I'd like to echo the sentiments of the reporter of that other bug, who said
"this bug unnecessarily increases the complexity and size of .odt files, making the contents unnecessarily hard to read and parse, which is IMHO against the philosophy behind the ODF file format specification -- unlike Microsoft's strange Office 2007 XML format (.docx etc.), which may be intentionally complex to make parsing difficult for foreign software, the ODF file format was designed to be as simple as possible, to make it easy to write parsers and even to allow human beings to read the XML code directly. This is counteracted by this bug."

PROPOSED SOLUTIONS:

1.  Don't generate RSID spans unless "Use RSID" is checked in ools->Options->Writer->Comparison (which currently requires selecting by-char or by-word comparison mode) AND edit->Changes->Record is checked.

OR

2.  Provide a new command ("Simplify ODF" or somesuch) which removes all RSIDs and then removes all empty spans. This could be used by people who need to generate ODF files which can be parsed by other software.   I predict that if this command is implemented, someone will want a static option to do it always; one place for that would be a Save-As option.
Comment 1 Urmas 2014-12-03 23:52:13 UTC
If the only way to use RSIDs in ODF document is creating new span styles, the format is deficient.
Also, ODF files are not intended to be read by humans.
Comment 2 Zhivko 2015-04-07 13:32:56 UTC
+1 for that - is there any setting in 4.4 to control RSID behaviour somehow? This is really anoying.
ODT should be kept as simple as possible...
Can yomebody look at this?
Comment 3 tommy27 2016-04-16 07:25:18 UTC Comment hidden (obsolete)
Comment 4 Jim Avera 2016-05-31 19:21:34 UTC
Problem is still there in  5.2.0.0.alpha0+

Now, however, Tools->Options-Writer->Comparison no longer even has an option to enable RSIDs, and they seem to be permanently enabled. 

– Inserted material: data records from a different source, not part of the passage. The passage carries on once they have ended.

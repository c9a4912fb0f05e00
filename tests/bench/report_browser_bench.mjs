// Browser timings of the report (peer of bench_report.cpp, which writes the files):
//   node tests/bench/report_browser_bench.mjs DIR [chromium]
// For DIR/report-shift.html and DIR/report-mix.html (2000 + 2000 points, 201 θ × 15 measures):
//  * open: navigation start to the end of the page's script (window.barrowReport.readyAt,
//    performance.now() there), and the wall time of page.goto + waiting for it, 5 runs each;
//  * redraw: moving the slider to 40 random θ (an 'input' event on the range control), timed
//    (a) to the end of the script and a forced layout, (b) to the second animation frame
//    after it, i.e. until the moved points were painted.
import path from 'node:path';
import { pathToFileURL } from 'node:url';
import { launch } from '../report/browser.mjs';

const dir = process.argv[2];
const chromium = process.argv[3] || '/usr/bin/chromium';
if (!dir) { console.error('usage: report_browser_bench.mjs DIR [chromium]'); process.exit(2); }
const browser = await launch(chromium, path.join(dir, 'bench-profile'));
const median = (xs) => { const s = [...xs].sort((a, b) => a - b); return s[Math.floor(s.length / 2)]; };
const max = (xs) => Math.max(...xs);

for (const family of ['shift', 'mix']) {
  const url = pathToFileURL(path.join(dir, `report-${family}.html`)).href;
  const ready = [], wall = [];
  let page;
  for (let run = 0; run < 5; ++run) {
    if (page) await page.close();
    page = await browser.newPage();
    await page.setViewport({ width: 1360, height: 900 });
    await page.setRequestInterception(true);
    page.on('request', (r) => (r.url() === url ? r.continue() : (console.error('request: ' + r.url()), process.exit(1))));
    page.on('pageerror', (e) => { console.error('page error: ' + e.message); process.exit(1); });
    const t0 = performance.now();
    await page.goto(url, { waitUntil: 'load' });
    await page.waitForFunction('window.barrowReport && window.barrowReport.ready');
    wall.push(performance.now() - t0);
    ready.push(await page.evaluate(() => window.barrowReport.readyAt));
  }
  const n = await page.evaluate(() => document.querySelectorAll('#cloud-fig .cloud-a circle').length);
  const rows = await page.evaluate(() => +document.getElementById('theta').max + 1);
  const script = [], frame = [];
  let seed = 12345;
  const next = () => (seed = (seed * 1103515245 + 12345) % 2147483648) / 2147483648;
  for (let k = 0; k < 40; ++k) {
    const idx = Math.floor(next() * rows);
    const t = await page.evaluate(async (idx) => {
      const s = document.getElementById('theta');
      const t0 = performance.now();
      s.value = idx;
      s.dispatchEvent(new Event('input', { bubbles: true }));
      document.querySelector('#cloud-fig .cloud-a').getBoundingClientRect();
      const t1 = performance.now();
      await new Promise((r) => requestAnimationFrame(() => requestAnimationFrame(r)));
      return [t1 - t0, performance.now() - t0];
    }, idx);
    script.push(t[0]);
    frame.push(t[1]);
  }
  console.log(`${family}: A_θ ${n} markers, ${rows} θ rows`);
  console.log(`  open: ready at ${median(ready).toFixed(0)} ms after navigation start (median of 5, max ${max(ready).toFixed(0)}), ` +
              `goto+ready wall ${median(wall).toFixed(0)} ms (max ${max(wall).toFixed(0)})`);
  console.log(`  slider redraw: script+layout median ${median(script).toFixed(1)} ms (max ${max(script).toFixed(1)}), ` +
              `to painted frame median ${median(frame).toFixed(1)} ms (max ${max(frame).toFixed(1)})`);
  await page.close();
  page = undefined;
}
await browser.close();
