// The demo scenario (300 + 300 points as shipped, and the same scene with 500 + 500) swept by
// every registered measure over 201 shift values, with and without warm starts, with and
// without refinement, on 2 threads (one run on 1 thread).
// Counters: θ values evaluated (grid + refinement) and the summed evaluation time of each
// measure (seconds of one sweep, across both threads), which shows where the time goes.
#include <benchmark/benchmark.h>

#include "measures/registry.h"
#include "scenario/demo_scenario.h"
#include "sweep/sweep_engine.h"

namespace barrow {
namespace {

void BM_DemoSweep(benchmark::State& state) {
  const Session s = demoSession(int(state.range(3)));
  SweepRequest req;
  req.settings = s.sweep;
  req.settings.steps = 201;
  req.warmStart = state.range(0) != 0;
  req.refineJumps = state.range(1) != 0;
  req.threads = int(state.range(2));
  SweepResult r;
  for (auto _ : state) {
    r = runSweep(s.a, s.b, req);
    benchmark::DoNotOptimize(r.theta.data());
  }
  if (!r.message.empty()) state.SkipWithError(r.message.c_str());
  state.counters["theta"] = double(r.theta.size());
  state.counters["measures"] = double(r.series.size());
  for (const auto& ser : r.series) {
    double total = 0;
    for (double t : ser.seconds) total += t;
    state.counters["s_" + ser.id] = total;
  }
  state.SetLabel(std::to_string(state.range(3)) + "+" + std::to_string(state.range(3)) + ", " +
                 (req.warmStart ? "warm" : "cold") + (req.refineJumps ? ", refined" : ", grid only") + ", " +
                 std::to_string(req.threads) + " threads");
}

// Args: warm start, refinement, threads, points per cloud.
BENCHMARK(BM_DemoSweep)
    ->Args({1, 1, 2, 300})
    ->Args({0, 1, 2, 300})
    ->Args({1, 0, 2, 300})
    ->Args({0, 0, 2, 300})
    ->Args({1, 0, 1, 300})
    ->Args({1, 1, 2, 500})
    ->Args({1, 0, 2, 500})
    ->Args({0, 0, 2, 500})
    ->Unit(benchmark::kSecond)
    ->Iterations(1)
    ->Repetitions(2)
    ->ReportAggregatesOnly(false);

}  // namespace
}  // namespace barrow

BENCHMARK_MAIN();
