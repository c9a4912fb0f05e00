// The report page: one self-contained HTML file. Everything is inline — the data block
// (report_data.h), the style, the script that draws the figures as SVG from that data — and
// a Content-Security-Policy forbids every load, so the file opens offline and fetches nothing.
// Tables and text are written here as static HTML (readable without the script and in
// print); the figures, the θ slider and its readouts are drawn by the page's script.
#pragma once

#include <optional>
#include <string>

#include "report/report_input.h"

namespace barrow {

std::string formatReportHtml(const ReportInput& in);
/// Atomic write; returns the reason on failure.
std::optional<std::string> writeReportHtml(const std::string& path, const ReportInput& in);

/// The page's style sheet and script (report_page_style.cpp, report_page_script.cpp).
const char* reportPageStyle();
const char* reportPageScript();

}  // namespace barrow
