// Gathers what a report shows from the clouds, the user's settings and a finished sweep:
// the Measures table (every swept measure on A as given against B, as `measure --json`
// prints it), the exact W2 plan at the reference θ, each cloud's content hash, the family's
// pivot and plan, and the barrow-cli lines that reproduce the numbers. The sweep itself is
// run by the caller (the CLI or the window), so its progress and cancel stay theirs.
#pragma once

#include <string>
#include <vector>

#include "cloud/cloud.h"
#include "base/params.h"
#include "base/run_control.h"
#include "report/report_input.h"
#include "sweep/findings.h"
#include "sweep/sweep_result.h"

namespace barrow {

struct ReportSources {
  std::string title;        // "" = "<A> against <B>"
  std::string sessionFile;  // the session the clouds came from, or ""
  std::string fileA;        // the cloud files, when the clouds came from files
  std::string fileB;
  std::string out = "report.html";  // where the report goes (for the reproducing command)
  ParamSet params;          // the user's settings as given
};

/// Evaluates the measures and the plan (both may take a while: `control` can cancel, in
/// which case the result's `measures` stops early and `cancelled` is set).
ReportInput gatherReport(const Cloud& a, const Cloud& b, const ReportSources& src, SweepResult sweep,
                         std::vector<Finding> findings, const RunControl* control = nullptr,
                         bool* cancelled = nullptr);

/// The barrow-cli lines that recompute the measures, the sweep and its findings, and the report.
std::vector<std::string> reproduceCommands(const ReportSources& src, const SweepResult& r);

/// SHA-256 of a cloud as CSV text (formatCloudCsv: x,y,w with round-trip digits).
std::string cloudHash(const Cloud& c);

/// Now, UTC, as "2026-12-03T23:01:00Z".
std::string utcNow();

}  // namespace barrow
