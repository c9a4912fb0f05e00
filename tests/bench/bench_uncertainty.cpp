// Resampling at the sizes the uncertainty brief asks for, through the engine the CLI and the
// window use (core/uncertainty). Clouds: seeded Gaussian blobs N(0, I), B shifted by 0.5 in x.
//
//   BM_SpreadFast/threads     200 resamples of every fast measure (all but entropic and
//                             sinkhorn) at 500 + 500 points
//   BM_SpreadOne/measure      the same loop for one measure alone (where the time goes)
//   BM_PermuteW1/threads      999 permutations of exact W1 at 300 + 300 points
// Counters: cpu_all_threads_s (process CPU seconds per run, from std::clock: the figure that
// does not depend on how loaded the shared machine is).
//
// Run: build with -DBARROW_BUILD_BENCH=ON, then
//   tests/bench/bench_uncertainty --benchmark_repetitions=3 --benchmark_report_aggregates_only=true
#include <benchmark/benchmark.h>

#include <cmath>
#include <ctime>
#include <random>

#include "measures/registry.h"
#include "uncertainty/permutation_test.h"
#include "uncertainty/spread.h"

namespace barrow {
namespace {

Cloud blob(const char* name, int n, unsigned seed, double shift) {
  std::mt19937_64 rng(seed);
  std::normal_distribution<double> g(0.0, 1.0);
  Eigen::MatrixX2d p(n, 2);
  for (int i = 0; i < n; ++i) p.row(i) << shift + g(rng), g(rng);
  return Cloud(name, p);
}

std::vector<const Measure*> fastMeasures() {
  std::vector<const Measure*> out;
  for (const Measure* m : MeasureRegistry::instance().all())
    if (m->id() != "entropic" && m->id() != "sinkhorn") out.push_back(m);
  return out;
}

void spread(benchmark::State& state, std::vector<const Measure*> measures, int threads) {
  const Cloud a = blob("A", 500, 1, 0.0), b = blob("B", 500, 2, 0.5);
  SpreadRequest req;
  req.measures = std::move(measures);
  req.resamples = 200;
  req.threads = threads;
  SpreadResult r;
  const std::clock_t cpu0 = std::clock();
  for (auto _ : state) {
    r = runSpread(a, b, req);
    benchmark::DoNotOptimize(r);
  }
  for (const auto& row : r.rows)
    // kl_ab / kl_ba are +inf on these clouds (disjoint histogram cells): a legitimate value.
    if (row.failed > 0 || !(row.status == Status::Ok || row.status == Status::Infinite))
      state.SkipWithError((row.id + ": " + row.message).c_str());
  state.counters["cpu_all_threads_s"] = double(std::clock() - cpu0) / CLOCKS_PER_SEC / double(state.iterations());
  state.counters["measures"] = double(req.measures.size());
}

void BM_SpreadFast(benchmark::State& state) { spread(state, fastMeasures(), int(state.range(0))); }
BENCHMARK(BM_SpreadFast)->Arg(1)->Arg(2)->Unit(benchmark::kMillisecond)->UseRealTime()->Iterations(1);

void BM_SpreadOne(benchmark::State& state) {
  const auto all = fastMeasures();
  const Measure* m = all[std::size_t(state.range(0))];
  state.SetLabel(m->id());
  spread(state, {m}, 2);
}
BENCHMARK(BM_SpreadOne)->DenseRange(0, 12)->Unit(benchmark::kMillisecond)->UseRealTime()->Iterations(1);

void BM_PermuteW1(benchmark::State& state) {
  const Cloud a = blob("A", 300, 3, 0.0), b = blob("B", 300, 4, 0.5);
  PermuteRequest req;
  req.measures = {MeasureRegistry::instance().find("w1")};
  req.permutations = 999;
  req.threads = int(state.range(0));
  PermuteResult r;
  const std::clock_t cpu0 = std::clock();
  for (auto _ : state) {
    r = runPermutationTest(a, b, req);
    benchmark::DoNotOptimize(r);
  }
  if (r.rows[0].failed > 0) state.SkipWithError(r.rows[0].message.c_str());
  state.counters["cpu_all_threads_s"] = double(std::clock() - cpu0) / CLOCKS_PER_SEC / double(state.iterations());
  state.counters["p_value"] = r.rows[0].pValue;
}
BENCHMARK(BM_PermuteW1)->Arg(1)->Arg(2)->Unit(benchmark::kMillisecond)->UseRealTime()->Iterations(1);

}  // namespace
}  // namespace barrow

BENCHMARK_MAIN();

This problem really striked at the heart of the philosophy of why ODF was created -- to make a format which was simple and to facilitate different tools interoperating.  As it is, the pervasive injection of RSID-related styles make interoperation with other software very difficult (e.g. the ODF::lpOD library is almost useless because of this).

To make things more clear, here is an example of

STEPS TO REPRODUCE:

1.  Open the attached "rsidtest.odt"
2.  Replace the capitalized word "THIS" in the first sentence with a lower-cased version (or may any other "spelling corrections" you like).
3.  Save and exit LO
4.  mkdir tempdir
    cd tempdir
    unzip -q ../rsidtest.odt
    xml_pp -i -s nsgmls *.xml  # makes them easier to read
    
5. Examine "content.xml" with vim or similar
   Search for "Replace this word" (the corrected sentence in the document)

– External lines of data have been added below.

function LayerMapping({ inspection, mapping, refusals, layerRule, componentLayer, onChange, onAll }: LayerMappingProps) {
  const id = useId();
  const layers = inspection.layers.filter((l) => l.name in mapping);
  if (layers.length === 0) return null;
  return (
    <section className="flex flex-col gap-2" aria-labelledby={`${id}-h`}>
      <div className="flex flex-wrap items-end justify-between gap-2">
        <div>
          <h3 id={`${id}-h`} className="font-semibold">Layers as stored</h3>
          <p className="text-sm text-slate-600">Each layer of the file takes a name that fits the shop's naming convention. Leave a field empty to keep the file's name.</p>
        </div>
        {componentLayer ? <Button variant="secondary" onClick={() => onAll(componentLayer)}>Put every layer on {componentLayer}</Button> : null}
      </div>
      <div className="overflow-x-auto">
      <table className="w-full border-collapse text-[15px]">
        <caption className="sr-only">File layers and the names they are stored under</caption>
        <thead className="bg-slate-100 text-sm text-slate-700">
          <tr>
            <th scope="col" className="px-3 py-1 text-left">File layer</th>
            <th scope="col" className="px-3 py-1 text-right">Entities</th>
            <th scope="col" className="px-3 py-1 text-left">Stored as</th>
            <th scope="col" className="px-3 py-1 text-left">Naming convention</th>
          </tr>
        </thead>
        <tbody>
          {layers.map((l, row) => {
            const target = targetName(l.name, mapping);
            const refused = refusals[l.name]?.target === target ? refusals[l.name]!.problems : null;
            const check = refused ? { ok: false, problems: refused } : layerRule ? checkName(layerRule, target, 'layer') : target === l.name ? { ok: l.ok, problems: l.problems } : null;
            const msgId = `${id}-check-${row}`; // layer names may hold spaces, which an id list cannot
            return (
              <tr key={l.name} className="border-t border-slate-200 align-top">
                <td className="min-w-40 px-3 py-2">
                  <span className="break-all font-mono">{l.name}</span>
                  {!l.ok ? <p className="text-sm text-slate-600">does not fit{l.proposed ? `; proposed ${l.proposed}` : '; no name proposed'}</p> : null}
                </td>
                <td className="num px-3 py-2">{l.entities}</td>
                <td className="px-3 py-1">
                  <input className={`${inputClass} min-w-44 font-mono`} value={mapping[l.name] ?? ''} placeholder={l.name}
                    onChange={(e) => onChange(l.name, e.target.value)} aria-label={`Conforming name for layer ${l.name}`}
                    aria-invalid={check ? !check.ok : undefined} aria-describedby={msgId} spellCheck={false} autoCapitalize="characters" />
                </td>
                <td id={msgId} className="px-3 py-2 text-sm">
                  {check === null ? (
                    <span className="text-slate-600">checked when the outline is used</span>
                  ) : check.ok ? (
                    <span className="inline-flex items-center gap-1 text-safe-700"><CheckCircle2 aria-hidden className="h-4 w-4" />fits</span>
                  ) : (
                    <div role={refused ? 'alert' : undefined} className="flex flex-col gap-0.5 text-danger-700">
                      <span className="inline-flex items-center gap-1 font-semibold"><AlertTriangle aria-hidden className="h-4 w-4" />{refused ? 'refused: does not fit' : 'does not fit'}</span>
                      {check.problems.map((p, k) => <span key={k}>{p.message}</span>)}
                    </div>
                  )}
                </td>
              </tr>
            );
          })}
        </tbody>
      </table>
      </div>
    </section>
  );
}

// ---------- after the outline is stored ----------

interface StoredPanelProps {
  component: Component;
  storedWith: StoredWith;
  inspection: DxfInspection;
  save: ReturnType<typeof useSaveComponent>;
  onAnother: () => void;
}

function StoredPanel({ component, storedWith, inspection, save, onAnother }: StoredPanelProps) {
  const { roles, fileUnit, dowelOrder } = storedWith;
  const dowels = roles.primary !== null ? dowelsFromCircles(inspection.circles, roles.primary, dowelOrder, fileUnit, component.unit) : [];
  const stops = roles.primary !== null ? stopsFromCircles(inspection.circles, roles.primary, roles.stops, fileUnit, component.unit) : [];
  const file = component.outlineFile;
  const pt = (p: Point) => `(${formatLength(p.x, component.unit)}, ${formatLength(p.y, component.unit)})`;
  const setDowels = () => save.mutate(componentWith(component, dowels, stops.length ? stops : component.stops));
  return (
    <div className="flex flex-col gap-3">
      <Notice tone="safe" title={`Outline of ${component.code} stored from ${file?.name ?? storedWith.fileName}`}>
        <p>Drawn above under Outline, origin at the primary dowel.</p>
        {file ? <p className="break-all text-sm">SHA-256 <span className="font-mono">{file.sha256}</span></p> : null}
      </Notice>
      {dowels.length ? (
        <div className="flex flex-col gap-2">
          {save.isSuccess ? (
            <Notice tone="safe" title="Dowels set">
              <p>{save.data.dowels.map(pt).join(', ')}{stops.length ? `, and ${stops.length} stop${stops.length === 1 ? '' : 's'} at angle 0°` : ''}.</p>
              <p>{stops.length ? 'Give the stops their angles and jaw faces in the form above.' : 'Stops, if the component has them, can be filled in the form above.'}</p>
            </Notice>
          ) : (
            <>
              <p className="text-slate-800">
                Storing the outline left the component's dowels as they were: {component.dowels.map(pt).join(', ')}.
                The ticked circles give {dowels.map(pt).join(', ')}{stops.length ? ` and ${stops.length} stop${stops.length === 1 ? '' : 's'} at angle 0°` : ''}.
              </p>
              <div>
                <Button variant="secondary" onClick={setDowels} disabled={save.isPending}>
                  {save.isPending ? 'Saving…' : stops.length ? 'Also set the dowels and stops to the ticked circles' : 'Also set the dowels to the ticked circles'}
                </Button>
              </div>
            </>
          )}
          <ErrorText error={save.error} />
        </div>
      ) : null}
      <div>
        <Button variant="ghost" onClick={onAnother}><RotateCcw aria-hidden className="h-4 w-4" />Read another file</Button>
      </div>
    </div>
  );
}
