function makeChecker(rule: NamingRule, patterns: CompiledPattern[]): NameChecker {
  const ranked = (name: string) =>
    patterns
      .map((p) => ({ p, split: bestSplit(p, name) }))
      .filter((x): x is { p: CompiledPattern; split: Split } => x.split !== null)
      .sort((a, b) => a.split.cost - b.split.cost || b.p.literalLength - a.p.literalLength || a.p.index - b.p.index);

  const patternProblems = (name: string, noun: string): NamingProblem[] => {
    const fits = ranked(name);
    let problems: NamingProblem[];
    let closest: CompiledPattern | null;
    const best = fits[0];
    if (best) {
      if (best.split.cost === 0) return [];
      closest = best.p;
      problems = best.split.spans.filter((s) => s.problem).map((s) => ({ token: s.token.name, message: s.problem! }));
    } else {
      // Each pattern's best miss; those that read best and stop at the same place share one sentence.
      const misses = patterns.map((p) => ({ p, miss: diagnose(p, name) }));
      let top = misses[0]!.miss;
      for (const m of misses) if (outranks(m.miss, top)) top = m.miss;
      const group = misses.filter((m) => m.miss.at === top.at && m.miss.prevOk === top.prevOk);
      const pick = group.reduce((a, b) => (b.p.literalLength < a.p.literalLength ? b : a));
      const said = describeMisses(name, pick.miss.kind === 'literal' ? group.filter((m) => m.miss.kind === 'literal').map((m) => m.miss) : [pick.miss]);
      closest = said.alternatives ? null : pick.p;
      problems = [{ token: said.token, message: said.message }];
    }
    if (patterns.length > 1) {
      const which = `${patterns.length} ${noun.replace(' ', '-')} patterns`;
      problems.unshift({
        token: null,
        message: closest ? `${quote(name)} fits none of the ${which}; the closest is ${closest.source}.` : `${quote(name)} fits none of the ${which}.`,
      });
    }
    return problems;
  };

  return {
    rule,
    patterns,
    check(name, target) {
      const noun = nounOf(target);
      if (name.length === 0) return { ok: false, problems: [{ token: null, message: `The ${noun} is empty; enter one.` }] };
      const problems: NamingProblem[] = [];
      const cap = target === 'layer' ? Math.min(rule.maxLength, DXF_NAME_MAX_LENGTH) : rule.maxLength;
      if (name.length > cap) {
        const dxf = target === 'layer' && cap === DXF_NAME_MAX_LENGTH ? ' (DXF R12 symbol-table names)' : '';
        problems.push({ token: null, message: `A ${noun} must be at most ${plural(cap, 'character')}${dxf}; ${quote(name)} has ${name.length}.` });
      }
      if (name.length < rule.minLength) {
        problems.push({ token: null, message: `A ${noun} must be at least ${plural(rule.minLength, 'character')}; ${quote(name)} has ${name.length}.` });
      }
      if (target === 'layer') {
        const bad = dxfBadChars(name);
        if (bad.length) {
          const shown = bad.slice(0, 5).map(showChar);
          if (bad.length > 5) shown.push('others');
          problems.push({ token: null, message: `A layer name may hold only ${DXF_CHARS_IN_WORDS} (DXF R12 symbol-table names); ${quote(name)} has ${listInWords(shown)}.` });
        }
      }
      if (rule.case === 'upper' && name !== name.toUpperCase()) {
        problems.push({ token: null, message: `A ${noun} must be written in capitals: ${quote(name.toUpperCase())}, not ${quote(name)}.` });
      } else if (rule.case === 'lower' && name !== name.toLowerCase()) {
        problems.push({ token: null, message: `A ${noun} must be written in lower case: ${quote(name.toLowerCase())}, not ${quote(name)}.` });
      }
      if (name.length <= MATCH_LIMIT) problems.push(...patternProblems(name, noun));
      return { ok: problems.length === 0, problems };
    },
    respell(name) {
      if (name.length === 0 || name.length > MATCH_LIMIT) return [];
      return ranked(name).map(({ p, split }) => respellThrough(p, split));
    },
  };
}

RESULTS: The search will not succeed because of the injection of RSID-related styles for each of the fragments around the edit.

EXPECTED RESULTS: Unless RSIDs are enabled, the "Replace this word ..." sentence should be in a single ODF object.   In general, ODF objects should not be fragmented unless there is a visible or functional reason to do so.
Comment 5 Jim Avera 2016-05-31 19:23:04 UTC
Created attachment 125423 [details]
Instructions in comment #4
Comment 6 Regina Henschel 2017-05-26 11:50:07 UTC
*** Bug 99015 has been marked as a duplicate of this bug. ***
Comment 7 Regina Henschel 2017-05-26 11:55:34 UTC
With current version of 5.2 you can disable writing RSIDs in Tools > Options and that works. But writing random numbers is on as default.
Comment 8 Thomas Lendo 2017-05-31 20:22:00 UTC
Jim, I tested the steps in your comment 4. Before that I deactivated Tools > Options > LibreOffice Writer > Comparison > Store it when changing the document.

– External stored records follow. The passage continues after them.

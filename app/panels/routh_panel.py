"""Routh array panel: entries symbolic in the tuning parameter beside their values at the current
value, the first column tinted, sign changes marked, special rows annotated, copy as plain text.

Values are exact: each entry is a rational function (core.analysis.routh.RationalFunction) evaluated at the
current value as a rational number; in rows built with the ε method the entry stays a function of
ε and its sign is read as ε → 0+. While the slider moves, entries come from float tables with an
error bound (:mod:`app.panels.routh_values`), shown only where the bound proves the displayed text
and sign equal the exact ones; the exact values follow once the value rests for :data:`REST_MS`.
"""
from __future__ import annotations

import re
from dataclasses import dataclass
from functools import lru_cache

from flint import fmpq, fmpq_poly
from PySide6.QtCore import QRect, Qt, QTimer
from PySide6.QtGui import QAction, QBrush, QGuiApplication, QPen
from PySide6.QtWidgets import (
    QAbstractItemView,
    QHBoxLayout,
    QHeaderView,
    QLabel,
    QPushButton,
    QStyledItemDelegate,
    QTableWidget,
    QTableWidgetItem,
    QVBoxLayout,
    QWidget,
)

from app.panels.common import MINUS, MessageLabel, Readout, colour, is_palette_change, number, number_css
from app.panels.routh_values import FloatEntries
from app.theme import figure_font
from core.algebra.polynomial import decimal_text, to_fmpq
from core.analysis.routh import RationalFunction, RouthArray
from core.present.report_text import routh_table

ENTRY_CHARS = 24  # symbolic entries wider than this wrap within their cell (full text in the tooltip)
CELL_CHARS = 6 * ENTRY_CHARS  # a longer entry is cut at a term with "…" (its tooltip holds more)
TIP_CHARS = 2000  # tooltips stop here; Copy as text gives every entry whole
SUPERSCRIPTS = str.maketrans("0123456789", "⁰¹²³⁴⁵⁶⁷⁸⁹")
EPS = "ε"
REST_MS = 150  # the slider resting this long: entries evaluated exactly (tooltips with exact rationals)
LIVE_TIP = "the exact value shows once the slider rests"


def power_label(power: int) -> str:
    """``s³`` style row label."""
    return "s" + str(power).translate(SUPERSCRIPTS)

There is no RSID span in the file after the test change.

Version: 5.5.0.0.alpha0+
Build ID: b08217989558addbcaded122a4e7211ae24bbcff
CPU threads: 4; OS: Linux 4.8; UI render: default; VCL: gtk2; 
TinderBox: Linux-rpm_deb-x86_64@70-TDF, Branch:master, Time: 2017-05-31_06:36:03
Locale: de-DE (de_DE.UTF-8); Calc: group

It also works in 5.1.6.2.

I close this bug as WORKSFORME.
If that isn't correct, please reopen the bug as UNFONFIRMED.
If you want that option per default deactivated in LibO, please open a new bug for that.